Construction And Invocation

Invocation Methods: WriteToFile(writer, triples, schemaDefinition)
writer: io.Writer Object in which the content will be written. triples: List of unordered triples with structure same as this


Returns

error if any is encountered while serialising the triples into RDF/XML format.


Examples:

Example For RDF Writer: 4-rdfwriter


Associated Significant Commits:

  1. 503dea6: Biggest Update wrt RDF Writer. Adds Topological Sorting, Utils for RDF Writer and, Tests For the same. Almost everything of the RDF writer is added in this commit.
  2. f9e43c5: Add Support For Default NameSpaces
  3. 1a36ab0: Map of nodeToTriples now use strings as the keys instead of pointers providing a better and sturdy querying.

UseCase and Applications of GoRDF

  1. tools-golang: for more info, read "Application Of GoRDF (tools-golang)"

What is tools-golang?

tools-golang is a collection of Go packages intended to make it easier for Go programs to work with SPDX® files.
Till 27th August 2020, repository provides following functionalities:

  1. Tag Value Loader
  2. Tag Value Saver
  3. SPDX Document builder
  4. Compare Licenses

For more examples and use cases, refer examples

Description Of The UseCase

The main branch doesn't provide functionality for RDF Loading and Writing SPDX files into RDF format.
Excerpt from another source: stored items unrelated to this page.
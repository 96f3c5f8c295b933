"""Scenarios whose composition or temperature varies with height.

Cold traps (``[cold_trap]``), mixing-ratio profiles (``[mixing_ratio_profiles]``)
and tabulated temperature profiles (``temperature_profile = "tabulated"``):
parsing, one-line errors, per-level opacity, the analytic solver's cold trap
and its fallback to the layered solver for the others.
"""

import numpy as np
import pytest

from snrkit.atmosphere import spectrum as S
from snrkit.atmosphere import mixture
from snrkit.atmosphere.profiles import TabulatedProfile, hydrostatic_radius, IsothermalProfile
from snrkit.atmosphere.scenarios import load_scenario
from snrkit.errors import InputError, UnknownKeyError

TRAP = {"gas": "H2O", "tropopause_pressure": 0.2, "mixing_ratio_above": 4e-6}
BASE = {"mixing_ratios": {"O2": 0.21, "H2O": 3e-3, "CO2": 4e-4}, "fill_gas": "N2",
        "surface_pressure": 1.0}
# radius at the reference pressure, so that heights are comparable between scenarios
PLANET = dict(planet_radius=1.0, planet_mass=1.0, stellar_radius=1.0,
              equilibrium_temperature=255.0, radius_calibration="reference-pressure")


def test_presets_that_are_temperate_have_a_cold_trap():
    for name in ("n2-o2-temperate", "n2-co2-ch4-anoxic"):
        sc = load_scenario(name)
        assert sc.cold_trap["gas"] == "H2O"
        assert sc.cold_trap["tropopause_pressure_Pa"] == pytest.approx(22632.0)
        assert sc.cold_trap["mixing_ratio_above"] < 1e-5 < sc.mixing_ratios["H2O"]
        assert sc.needs_layers and not sc.well_mixed
    assert load_scenario("steam").cold_trap is None


def test_hydrogen_presets_carry_equilibrium_co2():
    # CO + H2O <-> CO2 + H2 at 1300 K with K = exp(4577.8/T - 4.33) (Moe 1962; value from
    # memory): [CO2] = K [CO][H2O]/[H2]; about Z^2, so 1e4 times more at 100 x solar
    import math
    k = math.exp(4577.8 / 1300.0 - 4.33)
    rich = load_scenario("h2-metal-rich").mixing_ratios
    assert rich["CO2"] == pytest.approx(k * rich["CO"] * rich["H2O"] / rich["H2"], rel=2e-3)
    assert 1e-4 < rich["CO2"] < 1e-2
    solar = load_scenario("h2-clear-solar")
    x_solar = k * solar.mixing_ratios["CO"] * solar.mixing_ratios["H2O"] / solar.mixing_ratios["H2"]
    assert 5e3 < rich["CO2"] / x_solar < 2e4
    # below the presets' 1e-7 threshold: left out, with its value in the method
    assert "CO2" not in solar.mixing_ratios and "CO2 9e-08" in solar.provenance["method"]


def test_every_preset_names_the_source_of_each_abundance():
    from snrkit.atmosphere.scenarios import preset_names
    for name in preset_names():
        sc = load_scenario(name)
        for gas in sc.mixing_ratios:
            assert f"source_{gas}" in sc.provenance, (name, gas)
            assert sc.provenance[f"source_{gas}"].strip(), (name, gas)


def test_level_mixing_ratios_step_at_the_tropopause():
    sc = load_scenario({**BASE, "cold_trap": TRAP})
    p = np.array([[1e5, 3e4, 1.9e4, 1e2]])
    x, mu = sc.level_mixing_ratios(p)
    np.testing.assert_allclose(x["H2O"][0], [3e-3, 3e-3, 4e-6, 4e-6])
    np.testing.assert_allclose(sum(x.values()), 1.0)
    # the fill gas takes the water's place, so mu rises by (M_N2 - M_H2O) x 2.996e-3
    assert mu[0, -1] - mu[0, 0] == pytest.approx((28.0134 - 18.0153) * (3e-3 - 4e-6), rel=1e-3)
    # O2 and CO2 are unchanged
    np.testing.assert_allclose(x["O2"][0], 0.21)


def test_mixing_ratio_profile_interpolates_in_log_pressure():
    sc = load_scenario({**BASE, "mixing_ratios": {**BASE["mixing_ratios"], "O3": 1e-6},
                        "mixing_ratio_profiles": {"O3": {"pressure": [1.0, 0.01],
                                                         "mixing_ratio": [0.0, 1e-5]}}})
    x, _ = sc.level_mixing_ratios(np.array([2e5, 1e5, 1e4, 1e3, 1.0]))
    np.testing.assert_allclose(x["O3"], [0.0, 0.0, 5e-6, 1e-5, 1e-5], atol=1e-15)


@pytest.mark.parametrize("changes, exc, match", [
    ({"cold_trap": {**TRAP, "gas": "N2"}}, InputError, "cold_trap.gas.*other than the fill gas"),
    ({"cold_trap": {**TRAP, "gas": "CH4"}}, InputError, "cold_trap.gas"),
    ({"cold_trap": {**TRAP, "tropopause_pressure": 1.5}}, InputError, "below the surface"),
    ({"cold_trap": {**TRAP, "tropopause_pressure": -1}}, InputError, "tropopause_pressure"),
    ({"cold_trap": {**TRAP, "mixing_ratio_above": 0.01}}, InputError,
     r"mixing_ratio_above.*\[0, 0.003\]"),
    ({"cold_trap": {**TRAP, "mixing_ratio_above": "low"}}, InputError, "mixing_ratio_above"),
    ({"cold_trap": {"gas": "H2O", "tropopause_pressure": 0.2}}, InputError,
     "mixing_ratio_above.*required"),
    ({"cold_trap": {**TRAP, "tropopause": 0.2}}, UnknownKeyError, "tropopause_pressure"),
    ({"cold_trap": "H2O"}, InputError, "cold_trap"),
    ({"temperature_profile": "tabulated"}, InputError, "temperature_table"),
    ({"temperature_table": {"pressure": [1, 0.1], "temperature": [280, 220]}}, InputError,
     "tabulated"),
    ({"temperature_profile": "tabulated",
      "temperature_table": {"pressure": [1, 0.1, 0.1], "temperature": [280, 220, 220]}},
     InputError, "strictly"),
    ({"temperature_profile": "tabulated",
      "temperature_table": {"pressure": [1, 0.1], "temperature": [280, 0]}},
     InputError, r"temperature_table.temperature.*\(0, "),
    ({"temperature_profile": "tabulated",
      "temperature_table": {"pressure": [1, 0.1], "temperature": [280]}},
     InputError, "at least 2"),
    ({"temperature_profile": "tabulated", "temperature": 300,
      "temperature_table": {"pressure": [1, 0.1], "temperature": [280, 220]}},
     InputError, "not both"),
    ({"mixing_ratio_profiles": {"O3": {"pressure": [1, 0.1], "mixing_ratio": [0, 1e-6]}}},
     InputError, "mixing_ratio_profiles.O3"),
    ({"mixing_ratio_profiles": {"CO2": {"pressure": [1, 0.1], "mixing_ratio": [0, 2.0]}}},
     InputError, r"\[0, 1\]"),
    ({"mixing_ratio_profiles": {"CO2": {"pressure": [1, 0.1], "mixing_ratio": [0, 0.9]}}},
     InputError, "room for the fill gas"),
    ({"mixing_ratio_profiles": {"H2O": {"pressure": [1, 0.1], "mixing_ratio": [1e-3, 0]}},
      "cold_trap": TRAP}, InputError, "one vertical rule per gas"),
])
def test_bad_vertical_keys_one_line(changes, exc, match):
    with pytest.raises(exc, match=match) as err:
        load_scenario({**BASE, **changes})
    assert "\n" not in str(err.value)


def test_new_composition_without_the_trapped_gas_drops_the_trap():
    sc = load_scenario({"scenario": "n2-o2-temperate", "mixing_ratios": {"CO2": 0.01},
                        "fill_gas": "N2"})
    assert sc.cold_trap is None and sc.well_mixed
    kept = load_scenario({"scenario": "n2-o2-temperate", "cloud_top_pressure": 0.6})
    assert kept.cold_trap is not None
    off = load_scenario({"scenario": "n2-o2-temperate", "cold_trap": {}})
    assert off.cold_trap is None


def test_tabulated_profile_interpolates_and_extends_isothermally():
    prof = TabulatedProfile([1e5, 1e4, 1e3], [300.0, 200.0, 250.0], factor=[1.0, 2.0],
                            reference_pressure_Pa=[1e5, 1e4])
    t = prof.temperature(np.array([[1e6, 1e5, np.sqrt(1e5 * 1e4), 1e3, 1.0]] * 2))
    np.testing.assert_allclose(t[0], [300.0, 300.0, 250.0, 250.0, 250.0])
    np.testing.assert_allclose(t[1], 2 * t[0])
    np.testing.assert_allclose(prof.reference_temperature(), [300.0, 400.0])
    # a constant table is the isothermal profile, down to the hydrostatic radii
    from snrkit.atmosphere.profiles import pressure_levels
    levels = pressure_levels(np.array([1e5]), np.array([1.0]), 50)
    flat = TabulatedProfile([1e6, 1e-2], [280.0, 280.0])
    r1 = hydrostatic_radius(levels, flat, [29.0], [6.4e6], [1e5], [9.8])
    r2 = hydrostatic_radius(levels, IsothermalProfile([280.0]), [29.0], [6.4e6], [1e5], [9.8])
    np.testing.assert_allclose(r1, r2, rtol=1e-12)


def test_per_level_mixing_ratios_reach_lines_rayleigh_and_cia():
    # one call with per-level arrays equals one call per level with scalars
    src = mixture._default_opacity_source()
    edges = mixture.wavelength_bin_edges(20, 0.6e-6, 8e-6)
    temp = np.array([[280.0, 220.0, 220.0]])
    pres = np.array([[1e5, 1e4, 1e2]])
    x = {"H2O": np.array([[3e-3, 4e-6, 4e-6]]), "O2": np.array([[0.21, 0.21, 0.21]]),
         "N2": np.array([[0.787, 0.79, 0.79]])}
    many = mixture.mixture_opacity(src, x, edges, temp, 4, pressure_Pa=pres)
    for j in range(3):
        one = mixture.mixture_opacity(src, {k: float(v[0, j]) for k, v in x.items()}, edges,
                                temp[:, j:j + 1], 4, pressure_Pa=pres[:, j:j + 1])
        for key in ("line", "continuum", "cia"):
            np.testing.assert_allclose(many[key][:, j], one[key][:, 0], rtol=1e-9, err_msg=key)
    # and the levels do differ (water removed above the trap)
    assert not np.allclose(many["line"][:, 0], many["line"][:, 1], rtol=1e-3, atol=0)
    assert not np.allclose(many["continuum"][:, 0], many["continuum"][:, 1], rtol=1e-3, atol=0)


def test_analytic_solver_handles_a_cold_trap():
    # The analytic solver takes a cold trap through its two compositions (the radius is
    # median(r_stratosphere, r_tropopause, r_troposphere), snrkit.atmosphere.spectrum):
    # within 0.3 H of the layered solver in every bin.
    trap = {**BASE, "cold_trap": TRAP}
    a = S.transmission_spectrum(trap, resolution=20, solver="analytic", **PLANET)
    b = S.transmission_spectrum(trap, resolution=20, solver="layers", **PLANET)
    assert "solver_used" not in a.attrs
    h = float(b["scale_height_km"].values[0])
    dev = np.abs(a["effective_height_km"].values - b["effective_height_km"].values) / h
    assert dev.max() < 0.3
    # the trap lowers the water bands and nothing else rises
    w = a["wavelength"].values
    band = (w > 5.5) & (w < 7.5)
    mixed = S.transmission_spectrum(BASE, resolution=20, solver="layers", **PLANET)
    drop = (mixed["effective_height_km"] - b["effective_height_km"]).values[0]
    # (1 m, 1e-4 H: the water profile changes the per-level mean molecular weight slightly)
    assert np.all(drop > -1e-3)
    assert np.max(drop[band]) > 3 * float(b["scale_height_km"].values[0])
There's a new branch called gordf which attempts to add these supports to the library.
Currently, gordf branch doesn't allow writing SPDX document to RDF format, but it allows user to load their RDF files into SPDX Document or validate it.


Packages Provided By The gordf Branch

  1. RDFLoader

Code Entry point

github.com/spdx/tools-golang/gordf/rdfloader


Construction And Invocation

Invocation Method: Load2_2(reader) reader is a io.Reader object from where the rdf file content will be read from.

Returns

Read function returns a spdxDocument and error if any.

Associated Significant Commits

  1. f609198: Biggest Update For this Branch. It integrates gordf to generate triples and includes code to parse triples and set it to the spdx document. It doesn't support License to a full extent.
  2. d8eb2d8: Added Support For All types of SPDX License.